Abstract
Despite longstanding excitement and progress toward understanding liquid-liquid phase separation in natural and artificial membranes, fundamental questions have persisted about which molecules are required for this phenomenon. Except in extraordinary circumstances, the smallest number of components that has produced large-scale, liquid-liquid phase separation in bilayers has stubbornly remained at three: a sterol, a phospholipid with ordered chains, and a phospholipid with disordered chains. This requirement of three components is puzzling because only two components are required for liquid-liquid phase separation in lipid monolayers, which resemble half of a bilayer. Inspired by reports that sterols interact closely with lipids with ordered chains, we tested whether phase separation would occur in bilayers in which a sterol and lipid were replaced by a single, joined sterol-lipid. By evaluating a panel of sterol-lipids, some of which are found in bacteria, we discovered a minimal bilayer of only two components (PChemsPC and diPhyPC) that robustly demixes into micron-scale, liquid phases. It suggests a new role for sterol-lipids in nature, and it reveals a membrane in which tie-lines (and, therefore, the lipid composition of each phase) are straightforward to determine and will be consistent across multiple laboratories.
Significance Statement
A wide diversity of bilayer membranes, from those with hundreds of lipids (e.g., vacuoles of living yeast cells) to those with very few (e.g., artificial vesicles) phase separate into micron-scale liquid domains. The number of components required for liquid-liquid phase separation has been perplexing: only two should be necessary, but more are required except in extraordinary circumstances.
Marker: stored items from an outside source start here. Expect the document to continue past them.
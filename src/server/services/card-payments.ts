import Stripe from 'stripe';
import { asked, provider, refId, PaymentsProblem } from './payments.ts';

/** A checkout to open. Everything here comes from stored columns, so that a repeated call has the same body. */
export interface CheckoutWanted {
  readonly checkoutId: string;
  readonly idempotencyKey: string;
  readonly bookingNumber: number;
  readonly amountCents: number;
  readonly what: string;
  readonly email: string;
  readonly transferGroup: string;
  readonly expiresAt: Date;
  readonly paidUrl: string;
  readonly backUrl: string;
}

/** Opens the provider's hosted checkout, or finds again the one opened under the same key. */
export async function openCheckout(wanted: CheckoutWanted): Promise<{ readonly sessionId: string; readonly url: string | null }> {
  const metadata = { checkout: wanted.checkoutId, booking: String(wanted.bookingNumber) };
  const session = await asked(
    provider().checkout.sessions.create(
      {
        mode: 'payment',
        client_reference_id: wanted.checkoutId,
        customer_email: wanted.email,
        success_url: wanted.paidUrl,
        cancel_url: wanted.backUrl,
        expires_at: Math.floor(wanted.expiresAt.getTime() / 1000),
        line_items: [{ quantity: 1, price_data: { currency: 'usd', unit_amount: wanted.amountCents, product_data: { name: wanted.what } } }],
        metadata,
        payment_intent_data: { transfer_group: wanted.transferGroup, metadata, description: wanted.what },
      },
      { idempotencyKey: wanted.idempotencyKey, maxNetworkRetries: 3 },
    ),
  );
  return { sessionId: session.id, url: session.url };
}

/** A checkout as the provider has it now. */
export interface CheckoutSeen {
  readonly sessionId: string;
  /** Our own checkout's id, or null for a session that is not ours. */
  readonly checkoutId: string | null;
  readonly status: 'open' | 'complete' | 'expired';
  /** The money that came in, once paid. */
  readonly paid: ChargeSeen | null;
}

export interface ChargeSeen {
  readonly chargeId: string;
  readonly intentId: string;
  readonly amountCents: number;
  readonly providerFeeCents: number;
}

const PAID: string[] = ['payment_intent.latest_charge.balance_transaction'];

function chargeSeen(charge: Stripe.Charge): ChargeSeen | null {
  const movement = charge.balance_transaction;
  const intentId = refId(charge.payment_intent);
  if (charge.status !== 'succeeded' || intentId === null || movement === null || typeof movement === 'string') return null;
  return { chargeId: charge.id, intentId, amountCents: charge.amount, providerFeeCents: movement.fee };
}

function checkoutSeen(session: Stripe.Checkout.Session): CheckoutSeen {
  const intent = typeof session.payment_intent === 'object' ? session.payment_intent : null;
  const charge = intent !== null && typeof intent.latest_charge === 'object' ? intent.latest_charge : null;
  const paid = session.payment_status === 'paid' && charge !== null ? chargeSeen(charge) : null;
  const status = session.status === 'complete' ? 'complete' : session.status === 'expired' ? 'expired' : 'open';
  return { sessionId: session.id, checkoutId: session.client_reference_id, status, paid };
}

/** Reads a checkout anew, with the charge and the provider's fee on it. */
export const readCheckout = async (sessionId: string): Promise<CheckoutSeen> => checkoutSeen(await asked(provider().checkout.sessions.retrieve(sessionId, { expand: PAID })));

/** The checkout that a charge was paid in. */
export async function checkoutOfCharge(chargeId: string): Promise<CheckoutSeen | null> {
  const charge = await asked(provider().charges.retrieve(chargeId));
  const intent = refId(charge.payment_intent);
  if (intent === null) return null;
  const [session] = (await asked(provider().checkout.sessions.list({ payment_intent: intent, limit: 1 }))).data;
  return session === undefined ? null : readCheckout(session.id);
}

/** Ends an open checkout. Answers what it is now: a payment may have come first. */
export async function expireCheckout(sessionId: string): Promise<CheckoutSeen> {
  try {
    await asked(provider().checkout.sessions.expire(sessionId));
  } catch (error) {
    if (!(error instanceof PaymentsProblem) || error.kind !== 'refused') throw error;
  }
  return readCheckout(sessionId);
}

/** A movement that a call of ours made. `movedCents` is 0 while the provider still waits for money to make it with. */
export interface Moved {
  readonly providerId: string;
  readonly status: 'moved' | 'waiting' | 'came back';
}

export interface TransferWanted {
  readonly callId: string;
  readonly idempotencyKey: string;
  readonly amountCents: number;
  readonly destination: string;
  readonly sourceCharge: string;
  readonly transferGroup: string;
  readonly bookingNumber: number;
}

export async function makeTransfer(wanted: TransferWanted): Promise<Moved> {
  const made = await asked(
    provider().transfers.create(
      {
        amount: wanted.amountCents,
        currency: 'usd',
        destination: wanted.destination,
        source_transaction: wanted.sourceCharge,
        transfer_group: wanted.transferGroup,
        metadata: { call: wanted.callId, booking: String(wanted.bookingNumber) },
      },
      { idempotencyKey: wanted.idempotencyKey },
    ),
  );
  return { providerId: made.id, status: 'moved' };
}

/** The transfer that a call has made already, if it has. */
export async function findTransfer(transferGroup: string, callId: string): Promise<Moved | null> {
  for (const transfer of await asked(provider().transfers.list({ transfer_group: transferGroup, limit: 100 }).autoPagingToArray({ limit: 1_000 }))) {
    if (transfer.metadata['call'] === callId) return { providerId: transfer.id, status: 'moved' };
  }
  return null;
}

export interface ReversalWanted {
  readonly callId: string;
  readonly idempotencyKey: string;
  readonly amountCents: number;
  readonly transfer: string;
}

/** Takes a transfer back out of the sawyer's balance at the provider, which must cover it. */
export async function makeReversal(wanted: ReversalWanted): Promise<Moved> {
  const made = await asked(provider().transfers.createReversal(wanted.transfer, { amount: wanted.amountCents, metadata: { call: wanted.callId } }, { idempotencyKey: wanted.idempotencyKey }));
  return { providerId: made.id, status: 'moved' };
}

/** The reversal that a call has made already, if it has. */
export async function findReversal(transfer: string, callId: string): Promise<Moved | null> {
  for (const reversal of await asked(provider().transfers.listReversals(transfer, { limit: 100 }).autoPagingToArray({ limit: 1_000 }))) {
    if (reversal.metadata?.['call'] === callId) return { providerId: reversal.id, status: 'moved' };
  }
  return null;
}

export interface RefundWanted {
  readonly callId: string;
  readonly idempotencyKey: string;
  readonly amountCents: number;
  readonly charge: string;
  readonly bookingNumber: number;
}

const refundMoved = (refund: Stripe.Refund): Moved => ({
  providerId: refund.id,
  status: refund.status === 'failed' || refund.status === 'canceled' ? 'came back' : refund.balance_transaction === null ? 'waiting' : 'moved',
});

export async function makeRefund(wanted: RefundWanted): Promise<Moved> {
  const made = await asked(
    provider().refunds.create(
      { charge: wanted.charge, amount: wanted.amountCents, metadata: { call: wanted.callId, booking: String(wanted.bookingNumber) } },
      { idempotencyKey: wanted.idempotencyKey },
    ),
  );
  return refundMoved(made);
}

/** The refund that a call has made already and that has not come back. */
export async function findRefund(charge: string, callId: string): Promise<Moved | null> {
  for (const refund of await asked(provider().refunds.list({ charge, limit: 100 }).autoPagingToArray({ limit: 1_000 }))) {
    const moved = refundMoved(refund);
    if (refund.metadata?.['call'] === callId && moved.status !== 'came back') return moved;
  }
  return null;
}

export const readRefund = async (id: string): Promise<Moved> => refundMoved(await asked(provider().refunds.retrieve(id)));

/** Our own call that a refund or a transfer names, or null when it names none. */
export async function callNamedBy(kind: 'refund' | 'transfer', id: string): Promise<string | null> {
  const metadata = kind === 'refund' ? (await asked(provider().refunds.retrieve(id))).metadata : (await asked(provider().transfers.retrieve(id))).metadata;
  const call = metadata?.['call'];
  return call !== undefined && /^[0-9a-f-]{36}$/.test(call) ? call : null;
}

export interface DisputeSeen {
  readonly id: string;
  readonly chargeId: string;
  readonly amountCents: number;
  readonly providerFeeCents: number;
  readonly status: 'open' | 'won' | 'lost';
}

export async function readDispute(id: string): Promise<DisputeSeen> {
  const dispute = await asked(provider().disputes.retrieve(id));
  const status = dispute.status === 'won' ? 'won' : dispute.status === 'lost' ? 'lost' : 'open';
  const fee = dispute.balance_transactions.reduce((sum, movement) => sum + movement.fee, 0);
  return { id: dispute.id, chargeId: refId(dispute.charge) ?? '', amountCents: dispute.amount, providerFeeCents: fee, status };
}

/** One line of the provider's own books. */
export interface Movement {
  readonly id: string;
  readonly type: string;
  readonly category: string;
  readonly sourceId: string;
  readonly amountCents: number;
  readonly feeCents: number;
  readonly netCents: number;
  readonly createdAt: Date;
}

/** The provider's books since an instant, oldest first. */
export async function movementsSince(since: Date): Promise<Movement[]> {
  const list = provider().balanceTransactions.list({ created: { gte: Math.floor(since.getTime() / 1000) }, limit: 100 });
  const found: Stripe.BalanceTransaction[] = [];
  await asked(list.autoPagingEach((each) => void found.push(each)));
  return found.reverse().map((each) => ({
    id: each.id, type: each.type, category: each.reporting_category, sourceId: refId(each.source) ?? '',
    amountCents: each.amount, feeCents: each.fee, netCents: each.net, createdAt: new Date(each.created * 1000),
  }));
}

/** What the provider says we have with it, available and on its way. */
export async function providerBalance(): Promise<number> {
  const balance = await asked(provider().balance.retrieve());
  return [...balance.available, ...balance.pending].filter(({ currency }) => currency === 'usd').reduce((sum, { amount }) => sum + amount, 0);
}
What minimal set of molecular characteristics leads to liquid-liquid phase separation in bilayer membranes? This question inspired us to search for single, joined “sterol-lipid” molecules to replace both a sterol and a phospholipid in membranes undergoing liquid-liquid phase separation. By producing phase-separating membranes with only two components, we mitigate experimental challenges in determining tie-lines and in maintaining constant chemical potentials of lipids.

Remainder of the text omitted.